* [DATA LISTING]:

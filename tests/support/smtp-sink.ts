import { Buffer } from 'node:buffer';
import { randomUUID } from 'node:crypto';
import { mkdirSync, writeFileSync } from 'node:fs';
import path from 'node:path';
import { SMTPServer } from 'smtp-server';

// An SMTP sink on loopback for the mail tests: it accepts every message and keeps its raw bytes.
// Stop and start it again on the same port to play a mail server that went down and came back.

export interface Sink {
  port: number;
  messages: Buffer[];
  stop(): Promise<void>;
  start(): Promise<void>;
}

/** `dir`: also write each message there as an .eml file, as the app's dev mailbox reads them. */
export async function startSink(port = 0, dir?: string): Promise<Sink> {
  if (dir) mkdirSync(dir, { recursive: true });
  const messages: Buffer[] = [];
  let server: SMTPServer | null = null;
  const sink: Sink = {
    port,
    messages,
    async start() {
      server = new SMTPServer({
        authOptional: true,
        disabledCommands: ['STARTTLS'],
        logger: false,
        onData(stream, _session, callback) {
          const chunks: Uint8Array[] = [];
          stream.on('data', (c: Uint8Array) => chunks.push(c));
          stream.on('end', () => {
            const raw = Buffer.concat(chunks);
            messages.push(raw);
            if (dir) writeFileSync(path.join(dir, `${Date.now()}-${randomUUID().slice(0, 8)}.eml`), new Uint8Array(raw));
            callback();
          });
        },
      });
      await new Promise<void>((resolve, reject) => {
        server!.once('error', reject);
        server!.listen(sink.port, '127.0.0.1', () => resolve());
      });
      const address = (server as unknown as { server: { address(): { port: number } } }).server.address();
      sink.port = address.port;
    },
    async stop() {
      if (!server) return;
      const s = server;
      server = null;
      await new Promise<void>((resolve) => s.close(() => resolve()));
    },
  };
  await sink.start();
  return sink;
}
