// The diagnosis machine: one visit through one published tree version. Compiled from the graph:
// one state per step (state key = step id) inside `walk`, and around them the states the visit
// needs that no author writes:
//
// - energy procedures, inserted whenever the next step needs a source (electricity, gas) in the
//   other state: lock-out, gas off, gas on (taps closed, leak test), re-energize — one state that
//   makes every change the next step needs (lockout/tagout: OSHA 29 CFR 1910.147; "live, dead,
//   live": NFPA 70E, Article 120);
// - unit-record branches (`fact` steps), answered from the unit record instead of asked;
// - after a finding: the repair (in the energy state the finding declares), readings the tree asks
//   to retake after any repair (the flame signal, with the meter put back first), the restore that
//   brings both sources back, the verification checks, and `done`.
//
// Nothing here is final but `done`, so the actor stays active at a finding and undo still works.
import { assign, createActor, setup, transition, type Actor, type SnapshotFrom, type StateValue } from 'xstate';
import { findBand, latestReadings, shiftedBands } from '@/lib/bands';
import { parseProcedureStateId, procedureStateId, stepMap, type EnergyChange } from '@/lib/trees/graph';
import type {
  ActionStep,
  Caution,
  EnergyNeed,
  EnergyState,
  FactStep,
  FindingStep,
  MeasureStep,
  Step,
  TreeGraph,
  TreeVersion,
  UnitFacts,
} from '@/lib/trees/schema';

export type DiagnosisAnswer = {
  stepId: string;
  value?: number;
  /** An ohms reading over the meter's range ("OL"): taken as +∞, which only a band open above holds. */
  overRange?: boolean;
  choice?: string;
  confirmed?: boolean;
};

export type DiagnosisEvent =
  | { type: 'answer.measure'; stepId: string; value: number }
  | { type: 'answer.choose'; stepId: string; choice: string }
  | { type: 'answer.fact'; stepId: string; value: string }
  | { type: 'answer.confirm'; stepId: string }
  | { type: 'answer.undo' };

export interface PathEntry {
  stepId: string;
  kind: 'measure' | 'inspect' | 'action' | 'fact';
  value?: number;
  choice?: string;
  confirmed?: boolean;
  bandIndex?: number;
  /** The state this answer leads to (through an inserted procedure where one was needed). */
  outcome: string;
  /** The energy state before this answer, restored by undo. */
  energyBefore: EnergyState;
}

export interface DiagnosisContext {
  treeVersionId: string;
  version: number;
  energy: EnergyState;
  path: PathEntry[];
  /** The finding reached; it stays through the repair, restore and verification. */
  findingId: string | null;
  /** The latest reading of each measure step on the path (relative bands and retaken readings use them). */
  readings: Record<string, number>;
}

* [EXERCISE PROMPT]:
Copy all lines from the material that contain "stays".

* [WRITTEN REPLY]:
// Nothing here is final but `done`, so the actor stays active at a finding and undo still works.
  /** The finding reached; it stays through the repair, restore and verification. */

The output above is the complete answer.